I have a program that starts a bunch of goroutines, feeds them data and when there is no more data, waits for the goroutines to finish. I use sync.WaitGroup. I am unsure if I am using correctly, in an idiomatic way or if there is a better solution.
Background
My real code reads a log file of disk-space and numbers of files backed up etc for several servers. The records are intermingled. From this data it produces a web-page report per server with graphs etc. It works but I believe I can more cleanly separate the functions if I use concurrency. This is a test program before I go ahead and refactor.

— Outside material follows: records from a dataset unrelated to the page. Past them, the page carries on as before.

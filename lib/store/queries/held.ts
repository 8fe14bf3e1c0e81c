import type { AccountDatabase } from '../database';
import type { EmergencyCard, EntryRow, PhotoRow, SyncStatus } from '../rows';

export interface HeldCounts {
  entries: number;
  photos: number;
  /** Entries that the server refused. */
  refused: number;
  refusedPhotos: number;
  /** madeAt of the oldest entry held here, ms; null when none is. */
  oldestAt: number | null;
}

/** What is still only on this phone. */
export async function getHeldCounts(db: AccountDatabase): Promise<HeldCounts> {
  const held = await db.entries.where('sync').equals('held').toArray();
  const [photos, refused, refusedPhotos] = await Promise.all([
    db.photos.where('sync').equals('held').count(),
    db.entries.where('sync').equals('refused').count(),
    db.photos.where('sync').equals('refused').count(),
  ]);
  const oldestAt = held.reduce<number | null>(
    (oldest, { madeAt }) => (oldest === null ? madeAt : Math.min(oldest, madeAt)),
    null,
  );
  return { entries: held.length, photos, refused, refusedPhotos, oldestAt };
}

/** Entries that the server refused, for the tray. */
export function getRefused(db: AccountDatabase): Promise<EntryRow[]> {
  return db.entries.where('sync').equals('refused').sortBy('madeAt');
}

export function getRefusedPhotos(db: AccountDatabase): Promise<PhotoRow[]> {
  return db.photos.where('sync').equals('refused').toArray();
}

export const noSyncYet: SyncStatus = {
  state: 'idle',
  lastSuccessAt: null,
  lastError: null,
  nextTryAt: null,
  clockOffsetMs: null,
};

export async function getSyncStatus(db: AccountDatabase): Promise<SyncStatus> {
  return { ...noSyncYet, ...((await db.facts.get('syncStatus'))?.value as Partial<SyncStatus> | undefined) };
}

export async function getDraft(db: AccountDatabase, key: string): Promise<string> {
  return (await db.drafts.get(key))?.text ?? '';
}

export async function getEmergencyCard(db: AccountDatabase): Promise<EmergencyCard | null> {
  return ((await db.facts.get('emergencyCard'))?.value as EmergencyCard | undefined) ?? null;
}

/** Bytes of a photo on this phone, or undefined where only the server has them. */
export async function getPhoto(db: AccountDatabase, buildId: string, sha256: string): Promise<PhotoRow | undefined> {
  return db.photos.get([buildId, sha256]);
}
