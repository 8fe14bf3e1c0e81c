import { nameForm } from '@/lib/domain/account/forms';
import { changeName } from '@/lib/server/auth/change-name';
import { route } from '@/lib/server/route';

/** Changes the name that the crew sees. */
export const PUT = route({ auth: 'member', body: nameForm }, async ({ account, body }) =>
  changeName(account.id, body.name),
);
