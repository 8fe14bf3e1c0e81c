'use client';
import { useId, type ReactNode } from 'react';

interface ChoiceProps<V extends string | number> {
  legend: string;
  value: V;
  options: readonly { value: V; word: ReactNode; says?: ReactNode }[];
  onChoose: (value: V) => void;
}

/** One of a few, all in sight; each is a large target. */
export function Choice<V extends string | number>({ legend, value, options, onChoose }: ChoiceProps<V>) {
  const name = useId();
  return (
    <fieldset>
      <legend className="pb-2 font-figures text-[1.25rem] font-semibold">{legend}</legend>
      <div className="grid auto-cols-fr grid-flow-col gap-3">
        {options.map((option) => (
          <label
            key={option.value}
            className={`flex min-h-[81px] cursor-pointer flex-col items-center justify-center rounded-plate border-2 px-1 py-2 text-center font-figures text-[1.25rem] leading-tight font-semibold has-focus-visible:outline-3 has-focus-visible:outline-offset-2 has-focus-visible:outline-blue ${
              option.value === value ? 'border-blue bg-blue text-on-blue' : 'border-iron bg-paper active:bg-line'
            }`}
          >
            <input
              type="radio"
              name={name}
              className="sr-only"
              checked={option.value === value}
              onChange={() => onChoose(option.value)}
            />
            {option.word}
            {option.says && <span className="text-[1rem] font-medium">{option.says}</span>}
          </label>
        ))}
      </div>
    </fieldset>
  );
}
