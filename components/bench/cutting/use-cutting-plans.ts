import { useEffect, useState } from 'react';
import type { CuttingJob } from '@/lib/domain/cutting';
import type { CuttingAnswer } from './cutting-worker';
import type { PlannedJob } from './planned-job';

export type JobAnswer =
  { state: 'planning' } | { state: 'planned'; planned: PlannedJob } | { state: 'fault'; words: string };

/** Plans the jobs in a worker; a change of the jobs begins anew. `jobs` must keep its identity while it is the same. */
export function useCuttingPlans(jobs: readonly CuttingJob[]): JobAnswer[] {
  const [answered, setAnswered] = useState<{ jobs: readonly CuttingJob[]; answers: ReadonlyMap<number, JobAnswer> }>({
    jobs,
    answers: new Map(),
  });
  useEffect(() => {
    const put = (index: number, answer: JobAnswer) =>
      setAnswered((before) => ({
        jobs,
        answers: new Map([...(before.jobs === jobs ? before.answers : []), [index, answer]]),
      }));
    const failed = () =>
      jobs.forEach((_, index) =>
        put(index, { state: 'fault', words: 'It could not be worked out. Open this screen again.' }),
      );
    const worker = new Worker(new URL('./cutting-worker.ts', import.meta.url), { type: 'module' });
    worker.onmessage = ({ data }: MessageEvent<CuttingAnswer>) =>
      put(
        data.index,
        'planned' in data ? { state: 'planned', planned: data.planned } : { state: 'fault', words: data.fault },
      );
    worker.onerror = (event) => {
      console.error(event.message);
      failed();
    };
    worker.postMessage(jobs);
    return () => worker.terminate();
  }, [jobs]);
  return jobs.map((_, index) => (answered.jobs === jobs && answered.answers.get(index)) || { state: 'planning' });
}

Code (72 lines including data)
package main
import (
"fmt"
"strconv"
"strings"
"sync"
)
func main() {
p := newPool()
defer p.Close()
for _, line := range strings.Split(logData, "\n") {
f := strings.Fields(line)
yr, _ := strconv.Atoi(f[0])
sub := f[1]
amt, _ := strconv.Atoi(f[2])
r := logRec{yr, sub, amt}
p.Report(r)
}
}
type logRec struct {
when int
subject string
amount int
}
type pool struct {
reporters map[string]chan logRec
wg *sync.WaitGroup
}
func newPool() pool {
rs := make(map[string]chan logRec)
var wg sync.WaitGroup
return pool{reporters: rs, wg: &wg}
}
func (p *pool) Report(rec logRec) {
if _, ok := p.reporters[rec.subject]; !ok {
c := make(chan logRec)
p.wg.Add(1)
go func() {
defer p.wg.Done()
tot := 0
for r := range c {
tot += r.amount
}
fmt.Printf("Total for %s is %d\n", rec.subject, tot)
}()
p.reporters[rec.subject] = c
}
p.reporters[rec.subject] <- rec
}
func (p pool) Close() {
for _, c := range p.reporters {
close(c)
}
p.wg.Wait()
}
const logData = `2018 apples 9
2018 oranges 5
2019 apples 27
2019 lemons 13
2019 oranges 2
2020 oranges 1
2020 apples 16
2020 lemons 3`
Output
Total for oranges is 8
Total for lemons is 16
Total for apples is 52
Question:
Can I improve this? Is there a better way to wait or a more idiomatic use of WaitGroups?